The human aortic wall is composed of three layers and different cell types: the intima, media and adventitia composed of endothelial cells, vascular smooth muscle cells (VSCMs), fibroblasts, mesenchymal stem cells, pericytes and immune cells. Overall, VSMCs are considered the most important cell type in the pathogenesis of aortic aneurysm, although the role of other cell types should not be disregarded (Mackay et al, 2022). In this commentary, we will focus specifically on some new VSMC-related insights.
Historically, VSMCs were believed to switch between a contractile and a synthetic state in response to vascular injury and to withstand the dynamics of blood flow and stress on the aortic wall. Contractile VSMCs are characterized by high expression of contractile genes, whereas synthetic VSMCs express the contractile genes to a lower extent and display increased proliferation, migration, and extracellular matrix production. Dysregulation of this so-called phenotypic switch is hypothesized to be a key process in aortic aneurysm formation.

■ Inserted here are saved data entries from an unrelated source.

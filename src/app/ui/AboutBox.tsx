/** What Sunfacet is and is not: the cautions every view and report carries (DESIGN §7). */
import { useEffect, useRef } from 'react';
import { useViewer } from '../state/store.ts';
import { heavy } from '../state/heavy.ts';
import { GLARE_CAUTION } from '../../audit/stages/glare.ts';

export function AboutBox() {
  const open = useViewer((s) => s.aboutOpen);
  const set = useViewer((s) => s.set);
  const ref = useRef<HTMLDialogElement>(null);
  useEffect(() => {
    const d = ref.current;
    if (!d) return;
    if (open && !d.open) d.showModal();
    if (!open && d.open) d.close();
  }, [open]);
  return (
    <dialog ref={ref} className="about" aria-labelledby="about-title" onClose={() => set({ aboutOpen: false })}>
      <h2 id="about-title">About Sunfacet</h2>
      <p>
        Sunfacet screens outdoor rooms — terraces, patios, balconies, plazas — for radiant heat from sunlit and hot surfaces: incident sunlight and
        surface temperatures of façade and ground patches, and mean radiant temperature (MRT) and UTCI where people sit or stand. Everything is computed
        in your browser; nothing is sent anywhere.
      </p>
      <h3>Please read</h3>
      <ul>
        <li>It screens designs; it does not certify them. Results depend on the inputs (model, materials, weather) and on the model assumptions.</li>
        <li>Heat stress can harm people. Follow local heat guidance for events and for people working outdoors.</li>
        <li>Reflected glare that could affect drivers or pilots needs a study by a licensed professional under the local rules.</li>
        <li data-testid="about-glare-caution">Glare: {heavy.results?.glare?.caution ?? GLARE_CAUTION}</li>
        <li>Defer to local codes and licensed practice.</li>
      </ul>
      <p className="small muted">
        Colour scales: viridis and magma (van der Walt &amp; Smith, CC0), cividis (Nuñez, Anderton &amp; Renslow 2018) and, for differences between designs, Moreland's cool-warm diverging map (ISVC 2009). UTCI categories after Bröde et
        al. (2012). The demo scene is invented.
      </p>
      <form method="dialog">
        <button type="submit" autoFocus>Close</button>
      </form>
    </dialog>
  );
}
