/** The time of day: a slider (arrow keys step it), play / pause, the time and the sun's position. */
import { useEffect } from 'react';
import { useViewer } from '../state/store.ts';
import { heavy } from '../state/heavy.ts';
import { useSunAtStep } from '../scene/SunLight.tsx';

/** Delay between steps while playing [ms]. */
const PLAY_STEP_MS = 600;

export function stepCount(): number {
  const r = heavy.results;
  const s = useViewer.getState();
  if (r && !s.resultsStale) return r.times.length;
  return heavy.sunPath?.times.length ?? r?.times.length ?? 0;
}

export function TimeBar() {
  const timeIndex = useViewer((s) => s.timeIndex);
  const playing = useViewer((s) => s.playing);
  useViewer((s) => s.resultsVersion);
  useViewer((s) => s.sunPathVersion);
  const set = useViewer((s) => s.set);
  const sun = useSunAtStep();
  const n = stepCount();

  useEffect(() => {
    if (!playing || n < 2) return;
    const t = setInterval(() => {
      const s = useViewer.getState();
      s.set({ timeIndex: (s.timeIndex + 1) % n });
    }, PLAY_STEP_MS);
    return () => clearInterval(t);
  }, [playing, n]);

  if (n === 0) return <footer className="timebar" />;
  const label = sun?.time ? sun.time.replace('T', ' ').slice(0, 16) : '';
  const offset = sun?.time ? sun.time.slice(19) : '';
  return (
    <footer className="timebar">
      <button type="button" onClick={() => set({ playing: !playing })} aria-pressed={playing} aria-label={playing ? 'Pause' : 'Play the day'}>
        {playing ? '❚❚' : '▶'}
      </button>
      <label htmlFor="time-slider" className="visually-hidden">Time step</label>
      <input
        id="time-slider"
        data-testid="time-slider"
        type="range"
        min={0}
        max={n - 1}
        step={1}
        value={Math.min(timeIndex, n - 1)}
        aria-valuetext={label}
        onChange={(e) => set({ timeIndex: Number(e.target.value) })}
      />
      <span className="time-label" data-testid="time-label">
        <strong>{label.slice(11)}</strong> {label.slice(0, 10)} <span className="muted">(UTC{offset})</span>
      </span>
      {sun && (
        <span className="sun-label muted">
          sun {sun.altitudeDeg > 0 ? `${sun.altitudeDeg.toFixed(0)}° up, from ${sun.azimuthDeg.toFixed(0)}°` : 'below the horizon'}
        </span>
      )}
    </footer>
  );
}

Recent single-cell transcriptomic studies have demonstrated that the different cell types in the aortic wall are far more dynamic than previously thought.
In a single-cell transcriptomic study of ascending aorta and aortic root samples (n=3 per group) of a Marfan mouse model (Fbn1C1041G/+) and one human MFS patient, a distinct modulated VSMC cluster (not present in controls) was identified (Pedroza et al, 2020; Pedroza et al, 2021). These modulated VSMCs had high extracellular matrix (ECM) modulation, collagen synthesis, adhesion and proliferation. In another single-cell RNA-sequencing study of human aneurysmal ascending aortic tissue (n=8, compared to 3 controls), five different types of VSMCs were characterized: contractile VSMCs, stressed VSMCs, two subtypes of proliferating VSMCs (high proliferation gene expression but no migrational or ECM production signature) and fibromyocytes (or modulated VSMCs: only ECM production and no migration or proliferation) (Li et al, 2020), supporting the plasticity and divergent phenotypic nature of VSMCs. The same group also reported on single-cell analysis of ascending aortic aneurysm tissues from three MFS patients (compared to four controls). In addition to a continuum between fibroblasts and VSMCs, they identified a dominant cluster of de-differentiated, proliferative VSMCs in MFS aortic tissue (Dawson et al, 2021). Whether these clusters are identical to the modulated VSMCs from the Pedroza studies will require further study.
An additional layer of complexity is the spatial difference in embryonic origin of the VSMCs in different anatomical regions of the aorta (see figure). Already in 2019, Elena Gallo-Mc Farlane very elegantly demonstrated in an Loeys-Dietz syndrome Tgfbr1-knock in mouse model that secondary heart field-derived (SHF-derived), but not neighboring cardiac neural crest-derived (CNC-derived), VSMCs showed impaired Smad2/3 activation in response to TGF-β (Gallo Mc Farlane et al, 2019). Similar observations were made when comparing SMAD3-/- (c.652delA) human induced pluripotent stem cell (iPSC)-VSMCs derived from cardiovascular progenitor cells or neural crest cells (Gong et al, 2020). A recent study by Sawada et al, confirmed the critical contribution of second heart field-derived cells to angiotensin II-mediated ascending aortopathies (Sawada et al, 2022).
Overall, the elucidation of the heterogeneous nature of the vascular smooth muscle cells in the aortic wall based on lineage tracing and single-cell transcriptomics has advanced our understanding of the complex biology underlying the development of aortic aneurysmal disease.